I will teach my girlfriend to beat you sarah...if she ever decides to actually give time for the cube.


----------



## shelley (Aug 30, 2008)

Unofficially? Ha, you're never going to know how many. Why not make it officially?

There's a Kristine Doctor from the Philippines in the WCA database. Connie Chen hasn't recorded a sub-25 average yet but I'm sure she's sub-25 unofficially. Junko Ootsu and Yu Araki from Japan, Laetitia Lemoine of France are all in the low 20s. Jasmine Lee's getting close, but not quite there officially.

As soon as we can search the WCA database by gender we'd know more.


----------



## Sa967St (Aug 30, 2008)

shelley said:


> Unofficially? Ha, you're never going to know how many. Why not make it officially?
> 
> There's a Kristine Doctor from the Philippines in the WCA database. Connie Chen hasn't recorded a sub-25 average yet but I'm sure she's sub-25 unofficially. Junko Ootsu and Yu Araki from Japan, Laetitia Lemoine of France are all in the low 20s. Jasmine Lee's getting close, but not quite there officially.
> 
> As soon as we can search the WCA database by gender we'd know more.


there was a discussion in one of thrawst's broadcast about whether the WCA should keep track of female cubers, almost everyone said it was a good idea


----------



## ThePizzaGuy92 (Aug 31, 2008)

Thats a useless idea... women are often separted from men for physical aspects, like in sports and the Olympic games. Nothing separates men and women in speedcubing, they're capable of the same things.


----------



## qqwref (Aug 31, 2008)

There certainly shouldn't be separate Men's and Women's events for cubing, but being able to look at (for example) times for women only in the database doesn't seem any different than looking at only times for American competitors. It's just interesting to be able to see how the times of various types of people stack up against each other, as opposed to just trying to find them in the world ranking, so I'd support the ability to search by gender. Besides I think the WCA is already trying to get genders (and birthdates!) for all competitors, even if they haven't yet made that information available on the website.


----------



## darkzelkova (Aug 31, 2008)

I could swear I read somewhere that Jessica Fridrich is not originally a female.


----------



## pcharles93 (Aug 31, 2008)

darkzelkova said:


> I could swear I read somewhere that Jessica Fridrich is not originally a female.

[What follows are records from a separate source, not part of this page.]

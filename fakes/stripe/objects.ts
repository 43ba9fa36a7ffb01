/**
 * The objects that are kept, with the fields that change spelled out; `Rest` holds the fields of the API version
 * that never change here. Fields that begin with an underscore are ours and never leave (see `present`).
 */
export type Metadata = Record<string, string>;
export type Rest = { readonly [field: string]: unknown };
export type Kept = { id: string; object: string; created: number; _account: string };

export type Session = Kept & {
  object: "checkout.session";
  status: "open" | "complete" | "expired";
  payment_status: "paid" | "unpaid";
  amount_total: number;
  payment_intent: string | null;
  success_url: string | null;
  cancel_url: string | null;
  customer: string | null;
  expires_at: number;
  url: string | null;
  metadata: Metadata;
  _items: LineItem[];
  _intent: {
    metadata: Metadata;
    description: string | null;
    transfer_group: string | null;
    receipt_email: string | null;
    capture_method: CaptureMethod;
  };
  _error: string | null;
  rest: Rest;
};

export type LineItem = {
  id: string;
  object: "item";
  amount_total: number;
  description: string | null;
  quantity: number;
  rest: Rest;
};

export type CaptureMethod = "automatic" | "automatic_async" | "manual";
export type PaymentError = {
  type: "card_error";
  code: string;
  decline_code?: string;
  message: string;
  charge?: string;
  param?: string;
  doc_url?: string;
};

export type Intent = Kept & {
  object: "payment_intent";
  amount: number;
  amount_capturable: number;
  amount_received: number;
  status:
    | "requires_payment_method"
    | "requires_confirmation"
    | "requires_action"
    | "processing"
    | "requires_capture"
    | "canceled"
    | "succeeded";
  capture_method: CaptureMethod;
  latest_charge: string | null;
  last_payment_error: PaymentError | null;
  payment_method: string | null;
  next_action: Rest | null;
  canceled_at: number | null;
  cancellation_reason: string | null;
  customer: string | null;
  description: string | null;
  metadata: Metadata;
  transfer_group: string | null;
  receipt_email: string | null;
  _card: string | null;
  _session: string | null;
  _returnUrl: string | null;
  rest: Rest;
};

export type Charge = Kept & {
  object: "charge";
  amount: number;
  amount_captured: number;
  amount_refunded: number;
  captured: boolean;
  paid: boolean;
  refunded: boolean;
  disputed: boolean;
  status: "pending" | "succeeded" | "failed";
  balance_transaction: string | null;
  payment_intent: string | null;
  payment_method: string | null;
  failure_code: string | null;
  failure_message: string | null;
  source_transfer: string | null;
  transfer_group: string | null;
  description: string | null;
  metadata: Metadata;
  receipt_url: string | null;
  _card: string | null;
  /** What transfers have already taken of it through `source_transaction`. */
  _transferred: number;
  rest: Rest;
};

export type Refund = Kept & {
  object: "refund";
  amount: number;
  charge: string | null;
  payment_intent: string | null;
  status: "pending" | "succeeded" | "failed" | "canceled";
  balance_transaction: string | null;
  failure_balance_transaction?: string;
  failure_reason?: string;
  reason: string | null;
  metadata: Metadata;
  source_transfer_reversal: string | null;
  rest: Rest;
};

export type Dispute = Kept & {
  object: "dispute";
  amount: number;
  charge: string;
  payment_intent: string | null;
  status: "needs_response" | "under_review" | "won" | "lost";
  balance_transactions: string[];
  evidence: Record<string, string | null | Rest>;
  evidence_details: {
    due_by: number;
    enhanced_eligibility: Rest;
    has_evidence: boolean;
    past_due: boolean;
    submission_count: number;
    submission_method: "manual" | "not_submitted";
  };
  is_charge_refundable: boolean;
  metadata: Metadata;
  rest: Rest;
};

export type Bank = {
  id: string;
  object: "bank_account";
  account: string;
  last4: string;
  status: string;
  default_for_currency: boolean;
  account_holder_name: string | null;
  metadata: Metadata;
  _number: string;
  rest: Rest;
};

export type CapabilityStatus = "active" | "inactive" | "pending";
export type Requirements = {
  currently_due: string[];
  eventually_due: string[];
  past_due: string[];
  pending_verification: string[];
  disabled_reason: string | null;
  rest: Rest;
};

export type Account = Kept & {
  object: "account";
  type: "express" | "custom" | "standard" | "none";
  email: string | null;
  country: string;
  business_type: string | null;
  charges_enabled: boolean;
  payouts_enabled: boolean;
  details_submitted: boolean;
  capabilities: { transfers?: CapabilityStatus; card_payments?: CapabilityStatus };
  requirements: Requirements;
  metadata: Metadata;
  _banks: Bank[];
  rest: Rest;
};

export type Transfer = Kept & {
  object: "transfer";
  amount: number;
  amount_reversed: number;
  reversed: boolean;
  balance_transaction: string;
  destination: string;
  destination_payment: string;
  description: string | null;
  source_transaction: string | null;
  transfer_group: string | null;
  metadata: Metadata;
  rest: Rest;
};

export type Reversal = Kept & {
  object: "transfer_reversal";
  amount: number;
  balance_transaction: string;
  destination_payment_refund: string;
  transfer: string;
  metadata: Metadata;
  rest: Rest;
};

export type Payout = Kept & {
  object: "payout";
  amount: number;
  status: "pending" | "in_transit" | "paid" | "failed" | "canceled";
  arrival_date: number;
  automatic: boolean;
  balance_transaction: string;
  failure_balance_transaction: string | null;
  failure_code: string | null;
  failure_message: string | null;
  destination: string | null;
  description: string | null;
  statement_descriptor: string | null;
  reversed_by: string | null;
  metadata: Metadata;
  rest: Rest;
};

export type TopUp = Kept & {
  object: "topup";
  amount: number;
  status: "pending" | "succeeded" | "canceled";
  balance_transaction: string | null;
  description: string | null;
  metadata: Metadata;
  transfer_group: string | null;
  rest: Rest;
};

export type TransactionType =
  | "charge"
  | "refund"
  | "refund_failure"
  | "transfer"
  | "transfer_refund"
  | "payment"
  | "payment_refund"
  | "payout"
  | "payout_cancel"
  | "payout_failure"
  | "adjustment"
  | "topup";

export type Transaction = Kept & {
  object: "balance_transaction";
  type: TransactionType;
  amount: number;
  fee: number;
  net: number;
  available_on: number;
  reporting_category: string;
  source: string;
  description: string | null;
  /** When its money may be used, to the millisecond: a whole second would delay what is due at once. */
  _availableAtMs: number;
  rest: Rest;
};

export type Customer = Kept & {
  object: "customer";
  email: string | null;
  name: string | null;
  description: string | null;
  phone: string | null;
  metadata: Metadata;
  deleted?: true;
  rest: Rest;
};

export type PaymentMethod = Kept & {
  object: "payment_method";
  type: "card";
  customer: string | null;
  metadata: Metadata;
  _card: string;
  rest: Rest;
};

export type Endpoint = Kept & {
  object: "webhook_endpoint";
  url: string;
  enabled_events: string[];
  status: "enabled" | "disabled";
  description: string | null;
  metadata: Metadata;
  _secrets: { secret: string; untilMs: number | null }[];
  _isConnect: boolean | null;
  rest: Rest;
};

export type Event = Kept & {
  object: "event";
  type: string;
  account?: string;
  data: { object: unknown; previous_attributes?: Rest };
  request: { id: string | null; idempotency_key: string | null } | null;
  rest: Rest;
};

/** As it leaves: own fields dropped, constant fields laid open. Copies, so that an event keeps its moment. */
export function present(value: unknown): unknown {
  if (Array.isArray(value)) return value.map(present);
  if (typeof value !== "object" || value === null) return value;
  const result: Record<string, unknown> = {};
  for (const [name, inner] of Object.entries(value)) {
    if (name === "rest" && typeof inner === "object" && inner !== null)
      for (const [key, constant] of Object.entries(inner)) result[key] = present(constant);
    else if (name === "metadata" && typeof inner === "object")
      result[name] = { ...inner }; // whatever its keys are called
    else if (!name.startsWith("_")) result[name] = present(inner);
  }
  return result;
}

export const EMPTY_ADDRESS: Rest = {
  city: null,
  country: null,
  line1: null,
  line2: null,
  postal_code: null,
  state: null,
};
export const emptyList = (url: string): Rest => ({ object: "list", data: [], has_more: false, url });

That's because Jessica Fridrich was born as Jiri Fridrich which is a male name in some distant land. I don't know the details.


----------



## mati rubik (Aug 31, 2008)

Jessica Fridrich is a man!!


----------



## DavidWoner (Aug 31, 2008)

pcharles93 said:


> darkzelkova said:
> 
> 
> > I could swear I read somewhere that Jessica Fridrich is not originally a female.
> ...



it doesnt matter what she may or may not have started as, but she is legally a female now. its not something that people like to bring up. also, Jiro is a Czech name, since she grew up in the Czech Republic(or was it still Czechoslovakia then?)


----------



## Hadley4000 (Aug 31, 2008)

One of my friends is on her way there. Once she ditches keyhole and learns the rest of the PLLs, she will be there. Come on, Arielle!


----------



## Erik (Aug 31, 2008)

mati rubik said:


> Jessica Fridrich is a man!!



No she's not, at least not anymore. I don't see what it would matter anyway...


----------



## CharlieCooper (Aug 31, 2008)

great, so now we've got this wonderful list of people who can sub 25 AND give birth, what are we going to do with it?


----------



## MistArts (Aug 31, 2008)

CharlieCooper said:


> great, so now we've got this wonderful list of people who can sub 25 AND give birth, what are we going to do with it?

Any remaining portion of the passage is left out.